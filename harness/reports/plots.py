"""Plots of run records, as PNG images (matplotlib's Agg canvas, loaded on first use).

Every plot shows the runs of one task, given as ``{label: records}`` (one series per
label, e.g. per evolver configuration), and returns PNG bytes at :data:`DPI`, or None
when the records hold nothing to draw. What is drawn:

* :func:`ecdf_png`: the runtime distribution, the fraction of all runs (failed and
  unsolved included) solved within each evaluation count, on a log axis; a run that did
  not solve never takes its step, so a curve ends at the success rate.
* :func:`fitness_png`: the median over runs of the best fitness found so far against
  evaluations, with the band between the first and third quartiles (from the generation
  logs; a run that ended keeps its last value).
* :func:`sizes_png`: the hidden nodes and enabled connections of the solutions.
* :func:`metric_png`: the values of one task-declared metric over the solved runs.

The numbers behind the first two are :func:`solved_fraction` and
:func:`best_fitness_quartiles`.

The legend of the first two stands below the axes, outside them, so it covers no curve
(:func:`ecdf_figure` and :func:`fitness_figure` give the figures themselves).
"""

from __future__ import annotations

import io
from collections.abc import Mapping, Sequence
from typing import Any

import numpy as np

from neuroyard.records.runs import RunRecord
from neuroyard.tasks import Metric

DPI = 100
WIDTH_INCHES = 6.4
Groups = Mapping[str, Sequence[RunRecord]]


def solved_fraction(records: Sequence[RunRecord]) -> tuple[np.ndarray, np.ndarray]:
    """(evaluations, fraction): the evaluations of each solved run in increasing order, and
    the fraction of all ``records`` solved within that many evaluations."""
    spent = np.sort(np.array([r.evaluations for r in records if r.solved], dtype=float))
    return spent, np.arange(1, spent.size + 1) / max(len(records), 1)


def best_fitness_quartiles(
    records: Sequence[RunRecord], grid: np.ndarray
) -> tuple[np.ndarray, np.ndarray, np.ndarray]:
    """(first quartile, median, third quartile) over the runs of the best fitness found
    within each evaluation count of ``grid``. A run counts from its first logged
    generation on and keeps its last value after its end; NaN where no run has a value."""
    values = np.full((len(records), grid.size), np.nan)
    for k, r in enumerate(records):
        if not r.log:
            continue
        spent = np.array([g.evaluations for g in r.log], dtype=float)
        best = np.maximum.accumulate([g.best_fitness for g in r.log])
        index = np.searchsorted(spent, grid, side="right") - 1
        values[k] = np.where(index >= 0, best[np.maximum(index, 0)], np.nan)
    counted = ~np.isnan(values).all(axis=0)
    quartiles = np.full((3, grid.size), np.nan)
    if counted.any():
        quartiles[:, counted] = np.nanpercentile(values[:, counted], [25, 50, 75], axis=0)
    return quartiles[0], quartiles[1], quartiles[2]


def _text(label: str) -> str:
    """A label as matplotlib text: a dollar sign would start mathematical text."""
    return label.replace("$", r"\$")


def _figure(rows: int = 1, cols: int = 1, height: float = 3.6) -> tuple[Any, Any]:
    """A new figure on matplotlib's Agg canvas and its axes (matplotlib is loaded here, on
    first use, so that commands that draw nothing never load it)."""
    from matplotlib.backends.backend_agg import FigureCanvasAgg
    from matplotlib.figure import Figure

    fig = Figure(figsize=(WIDTH_INCHES, height), dpi=DPI, layout="constrained")
    FigureCanvasAgg(fig)
    return fig, fig.subplots(rows, cols, squeeze=False)


def _legend(fig: Any, ax: Any) -> None:
    """The legend of the series drawn on ``ax``, outside the axes below them (the
    constrained layout makes room for it), so it never covers a curve."""
    handles, labels = ax.get_legend_handles_labels()
    fig.legend(handles, labels, loc="outside lower center", fontsize="small", frameon=False)


def _series_height(series: int) -> float:
    """Height of a figure whose legend lists ``series`` lines below the axes."""
    return 3.2 + 0.2 * series


def _png(fig: Any) -> bytes:
    out = io.BytesIO()
    fig.savefig(out, format="png", dpi=DPI)
    return out.getvalue()


def ecdf_png(groups: Groups, task: str) -> bytes | None:
    """The runtime distribution of each group on ``task`` (see the module docstring)."""
    fig = ecdf_figure(groups, task)
    return None if fig is None else _png(fig)


def ecdf_figure(groups: Groups, task: str) -> Any:
    """The matplotlib figure of :func:`ecdf_png` (None when there is nothing to draw)."""
    spent = [r.evaluations for records in groups.values() for r in records if r.evaluations > 0]
    if not spent:
        return None
    first, last = min(spent), max(spent)
    fig, axes = _figure(height=_series_height(len(groups)))
    ax = axes[0][0]
    for label, records in groups.items():
        x, y = solved_fraction(records)
        solved = f"{x.size:,} of {len(records):,} solved"
        xs = np.concatenate([[first], x, [last]])
        ys = np.concatenate([[0.0], y, [y[-1] if y.size else 0.0]])
        ax.step(xs, ys, where="post", label=_text(f"{label} ({solved})"))
    ax.set_xscale("log")
    ax.set_ylim(0, 1.02)
    ax.set_xlabel("evaluations")
    ax.set_ylabel("fraction of runs solved")
    ax.set_title(_text(f"{task}: runs solved within an evaluation count"))
    ax.grid(True, which="both", alpha=0.3)
    _legend(fig, ax)
    return fig


def fitness_png(groups: Groups, task: str, points: int = 200) -> bytes | None:
    """Median and interquartile band of the best fitness so far against evaluations, per
    group on ``task``; None when no run has a generation log. ``points``: evaluation
    counts per curve (at most; evenly spaced on the log axis)."""
    fig = fitness_figure(groups, task, points)
    return None if fig is None else _png(fig)


def fitness_figure(groups: Groups, task: str, points: int = 200) -> Any:
    """The matplotlib figure of :func:`fitness_png` (None when there is nothing to draw)."""
    drawn = False
    fig, axes = _figure(height=_series_height(len(groups)))
    ax = axes[0][0]
    for label, records in groups.items():
        spent = [g.evaluations for r in records for g in r.log if g.evaluations > 0]
        if not spent:
            continue
        grid = np.unique(np.geomspace(min(spent), max(spent), points).round())
        low, median, high = best_fitness_quartiles(records, grid)
        (line,) = ax.plot(grid, median, label=_text(label))
        ax.fill_between(grid, low, high, color=line.get_color(), alpha=0.2, linewidth=0)
        drawn = True
    if not drawn:
        return None
    ax.set_xscale("log")
    ax.set_xlabel("evaluations")
    ax.set_ylabel("best fitness so far")
    ax.set_title(_text(f"{task}: median best fitness, quartile band"))
    ax.grid(True, which="both", alpha=0.3)
    _legend(fig, ax)
    return fig


def _boxes(ax: Any, data: Mapping[str, Sequence[float]], xlabel: str) -> None:
    ax.boxplot(
        list(data.values()),
        orientation="horizontal",
        tick_labels=[_text(label) for label in data],
    )
    ax.set_xlabel(_text(xlabel))
    ax.grid(True, axis="x", alpha=0.3)


def _height(groups: int) -> float:
    return 1.4 + 0.4 * groups


def sizes_png(groups: Groups, task: str) -> bytes | None:
    """Hidden nodes and enabled connections of the solutions of each group on ``task``;
    None when no run solved with a recorded size."""
    solutions = {
        label: [r for r in records if r.solved and r.hidden_nodes is not None]
        for label, records in groups.items()
    }
    solutions = {label: wins for label, wins in solutions.items() if wins}
    if not solutions:
        return None
    fig, axes = _figure(1, 2, _height(len(solutions)))
    hidden = {
        label: [float(r.hidden_nodes or 0) for r in wins] for label, wins in solutions.items()
    }
    links = {label: [float(r.connections or 0) for r in wins] for label, wins in solutions.items()}
    _boxes(axes[0][0], hidden, "hidden nodes")
    _boxes(axes[0][1], links, "enabled connections")
    axes[0][1].tick_params(labelleft=False)
    fig.suptitle(_text(f"{task}: size of the solutions"))
    return _png(fig)


def metric_png(groups: Groups, task: str, metric: Metric) -> bytes | None:
    """The values of ``metric`` over the solved runs of each group on ``task``; None when
    no solved run reports it."""
    data = {
        label: [
            float(r.success_details[metric.name])
            for r in records
            if r.solved and isinstance(r.success_details.get(metric.name), int | float)
        ]
        for label, records in groups.items()
    }
    data = {label: values for label, values in data.items() if values}
    if not data:
        return None
    fig, axes = _figure(height=_height(len(data)))
    unit = f" ({metric.unit})" if metric.unit else ""
    _boxes(axes[0][0], data, f"{metric.name}{unit}, {metric.better} is better")
    axes[0][0].set_title(_text(f"{task}: {metric.name} of the solutions"))
    return _png(fig)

***

From the data above, count the lines that hold the string "index". Reply with only that number.

■ **Reply**
2